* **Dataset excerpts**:
◆ ◆ ◆

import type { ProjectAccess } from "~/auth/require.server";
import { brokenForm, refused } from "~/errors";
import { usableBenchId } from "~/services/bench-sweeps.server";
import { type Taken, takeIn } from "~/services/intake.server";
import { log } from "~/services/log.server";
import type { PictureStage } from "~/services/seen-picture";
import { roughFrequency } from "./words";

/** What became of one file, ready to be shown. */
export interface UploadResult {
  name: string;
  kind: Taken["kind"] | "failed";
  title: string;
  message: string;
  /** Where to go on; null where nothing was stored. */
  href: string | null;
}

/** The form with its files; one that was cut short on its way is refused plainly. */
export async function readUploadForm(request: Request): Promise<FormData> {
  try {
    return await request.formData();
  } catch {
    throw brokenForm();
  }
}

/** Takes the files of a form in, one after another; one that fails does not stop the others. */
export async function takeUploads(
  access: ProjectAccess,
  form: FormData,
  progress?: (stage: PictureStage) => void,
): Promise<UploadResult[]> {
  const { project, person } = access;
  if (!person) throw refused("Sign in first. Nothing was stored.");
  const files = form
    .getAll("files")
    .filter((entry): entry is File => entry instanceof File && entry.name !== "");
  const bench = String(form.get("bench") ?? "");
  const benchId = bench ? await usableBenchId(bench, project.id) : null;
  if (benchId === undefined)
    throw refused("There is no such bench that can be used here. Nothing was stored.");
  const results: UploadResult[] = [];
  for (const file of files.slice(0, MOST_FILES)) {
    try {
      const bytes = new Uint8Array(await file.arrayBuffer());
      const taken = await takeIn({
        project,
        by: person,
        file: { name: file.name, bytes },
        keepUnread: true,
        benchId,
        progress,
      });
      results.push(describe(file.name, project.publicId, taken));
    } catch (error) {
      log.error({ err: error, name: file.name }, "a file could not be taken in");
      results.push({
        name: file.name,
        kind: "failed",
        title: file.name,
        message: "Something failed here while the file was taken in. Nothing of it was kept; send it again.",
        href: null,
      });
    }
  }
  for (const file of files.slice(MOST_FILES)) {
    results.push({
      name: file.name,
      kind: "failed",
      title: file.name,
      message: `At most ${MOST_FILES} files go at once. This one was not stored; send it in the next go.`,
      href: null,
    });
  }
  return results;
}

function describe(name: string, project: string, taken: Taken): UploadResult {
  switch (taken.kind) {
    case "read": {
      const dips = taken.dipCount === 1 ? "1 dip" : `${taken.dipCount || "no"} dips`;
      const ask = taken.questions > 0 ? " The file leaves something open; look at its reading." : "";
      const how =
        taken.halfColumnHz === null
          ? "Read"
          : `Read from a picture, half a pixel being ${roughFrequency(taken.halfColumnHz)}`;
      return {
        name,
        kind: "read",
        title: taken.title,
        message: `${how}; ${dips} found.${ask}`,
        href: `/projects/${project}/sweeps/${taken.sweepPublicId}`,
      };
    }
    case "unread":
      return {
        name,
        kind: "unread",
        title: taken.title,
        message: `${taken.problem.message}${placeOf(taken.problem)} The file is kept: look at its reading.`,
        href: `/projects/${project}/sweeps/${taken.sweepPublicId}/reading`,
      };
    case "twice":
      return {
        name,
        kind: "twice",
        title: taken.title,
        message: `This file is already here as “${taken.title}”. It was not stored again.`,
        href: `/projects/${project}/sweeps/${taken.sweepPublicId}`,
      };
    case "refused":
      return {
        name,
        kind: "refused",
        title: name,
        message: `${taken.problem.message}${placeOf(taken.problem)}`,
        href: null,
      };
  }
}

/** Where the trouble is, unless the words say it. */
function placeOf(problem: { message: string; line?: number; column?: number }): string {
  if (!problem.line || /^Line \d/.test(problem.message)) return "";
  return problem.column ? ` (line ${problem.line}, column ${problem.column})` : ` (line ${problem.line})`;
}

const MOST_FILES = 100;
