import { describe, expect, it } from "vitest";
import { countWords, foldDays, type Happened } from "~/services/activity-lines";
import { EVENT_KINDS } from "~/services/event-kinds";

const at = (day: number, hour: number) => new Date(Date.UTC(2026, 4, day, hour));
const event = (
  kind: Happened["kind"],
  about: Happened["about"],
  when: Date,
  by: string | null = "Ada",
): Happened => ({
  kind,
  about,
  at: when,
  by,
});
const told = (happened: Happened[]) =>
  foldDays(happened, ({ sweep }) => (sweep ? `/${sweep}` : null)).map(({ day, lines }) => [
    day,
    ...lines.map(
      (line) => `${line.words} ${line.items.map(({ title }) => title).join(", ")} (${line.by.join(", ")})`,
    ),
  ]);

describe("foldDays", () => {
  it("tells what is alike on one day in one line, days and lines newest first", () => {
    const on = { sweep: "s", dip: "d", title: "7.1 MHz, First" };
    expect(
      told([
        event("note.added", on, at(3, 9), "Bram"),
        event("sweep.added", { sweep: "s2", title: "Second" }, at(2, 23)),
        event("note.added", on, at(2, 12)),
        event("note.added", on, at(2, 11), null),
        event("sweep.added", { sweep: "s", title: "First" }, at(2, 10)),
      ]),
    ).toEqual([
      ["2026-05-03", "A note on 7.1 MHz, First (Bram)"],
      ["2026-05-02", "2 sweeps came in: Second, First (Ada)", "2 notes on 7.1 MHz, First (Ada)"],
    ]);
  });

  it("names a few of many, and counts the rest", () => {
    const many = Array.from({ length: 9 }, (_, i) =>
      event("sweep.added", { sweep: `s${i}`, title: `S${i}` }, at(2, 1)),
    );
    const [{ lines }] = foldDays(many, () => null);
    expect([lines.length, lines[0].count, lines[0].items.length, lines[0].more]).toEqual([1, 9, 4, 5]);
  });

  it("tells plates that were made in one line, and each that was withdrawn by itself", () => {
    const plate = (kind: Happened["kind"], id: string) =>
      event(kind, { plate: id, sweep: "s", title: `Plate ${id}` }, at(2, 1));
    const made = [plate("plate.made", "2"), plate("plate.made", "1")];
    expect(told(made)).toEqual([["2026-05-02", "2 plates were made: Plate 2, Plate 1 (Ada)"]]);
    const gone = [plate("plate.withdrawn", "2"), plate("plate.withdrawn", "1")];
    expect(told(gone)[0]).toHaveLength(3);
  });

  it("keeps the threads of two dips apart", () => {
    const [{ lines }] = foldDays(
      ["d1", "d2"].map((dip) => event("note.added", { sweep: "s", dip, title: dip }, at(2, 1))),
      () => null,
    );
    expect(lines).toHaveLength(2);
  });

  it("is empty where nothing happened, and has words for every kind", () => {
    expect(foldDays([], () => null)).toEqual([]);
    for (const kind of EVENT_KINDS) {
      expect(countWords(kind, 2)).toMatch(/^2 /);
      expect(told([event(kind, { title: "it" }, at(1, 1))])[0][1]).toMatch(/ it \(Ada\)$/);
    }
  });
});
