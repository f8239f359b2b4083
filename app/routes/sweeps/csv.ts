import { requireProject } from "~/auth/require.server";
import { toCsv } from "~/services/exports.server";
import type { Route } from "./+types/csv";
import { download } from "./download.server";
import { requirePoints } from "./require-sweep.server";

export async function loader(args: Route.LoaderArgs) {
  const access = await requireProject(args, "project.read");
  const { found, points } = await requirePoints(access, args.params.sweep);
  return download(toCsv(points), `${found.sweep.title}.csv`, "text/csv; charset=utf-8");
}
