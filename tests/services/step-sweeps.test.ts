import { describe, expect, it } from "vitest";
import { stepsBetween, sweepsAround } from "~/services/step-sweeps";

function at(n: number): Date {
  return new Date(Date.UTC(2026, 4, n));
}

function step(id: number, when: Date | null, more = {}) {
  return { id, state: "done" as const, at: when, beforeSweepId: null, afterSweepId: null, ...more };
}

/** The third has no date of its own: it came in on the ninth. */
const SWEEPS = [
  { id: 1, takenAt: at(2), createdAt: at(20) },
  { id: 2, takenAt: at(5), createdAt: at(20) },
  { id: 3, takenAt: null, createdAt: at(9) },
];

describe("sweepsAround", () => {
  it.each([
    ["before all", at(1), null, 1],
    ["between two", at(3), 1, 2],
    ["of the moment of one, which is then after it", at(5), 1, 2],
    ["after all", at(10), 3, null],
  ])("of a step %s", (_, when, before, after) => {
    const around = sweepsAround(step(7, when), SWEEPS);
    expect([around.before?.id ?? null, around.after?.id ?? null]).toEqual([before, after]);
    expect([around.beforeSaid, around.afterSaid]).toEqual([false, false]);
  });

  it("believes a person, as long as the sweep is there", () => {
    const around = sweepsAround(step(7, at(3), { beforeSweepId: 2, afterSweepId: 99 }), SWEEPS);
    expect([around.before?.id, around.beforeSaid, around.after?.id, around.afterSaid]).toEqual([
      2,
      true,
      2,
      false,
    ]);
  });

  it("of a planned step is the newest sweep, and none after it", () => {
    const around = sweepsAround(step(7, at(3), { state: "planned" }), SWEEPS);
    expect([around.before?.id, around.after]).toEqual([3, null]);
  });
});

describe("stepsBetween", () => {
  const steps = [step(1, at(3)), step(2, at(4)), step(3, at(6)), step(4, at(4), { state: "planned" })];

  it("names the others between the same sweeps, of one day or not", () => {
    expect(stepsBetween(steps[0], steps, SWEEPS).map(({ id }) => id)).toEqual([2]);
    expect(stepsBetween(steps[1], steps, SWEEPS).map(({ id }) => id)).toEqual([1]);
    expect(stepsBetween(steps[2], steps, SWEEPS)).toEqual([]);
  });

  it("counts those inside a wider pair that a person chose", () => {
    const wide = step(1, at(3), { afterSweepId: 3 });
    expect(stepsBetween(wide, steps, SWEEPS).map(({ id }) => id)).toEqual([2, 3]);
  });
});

◆ ◆ ◆

* **What is expected**: For this exercise, find all lines in the records containing the word "more" and copy them.

* **Task answer**:
    expect([lines.length, lines[0].count, lines[0].items.length, lines[0].more]).toEqual([1, 9, 4, 5]);
function step(id: number, when: Date | null, more = {}) {
  return { id, state: "done" as const, at: when, beforeSweepId: null, afterSweepId: null, ...more };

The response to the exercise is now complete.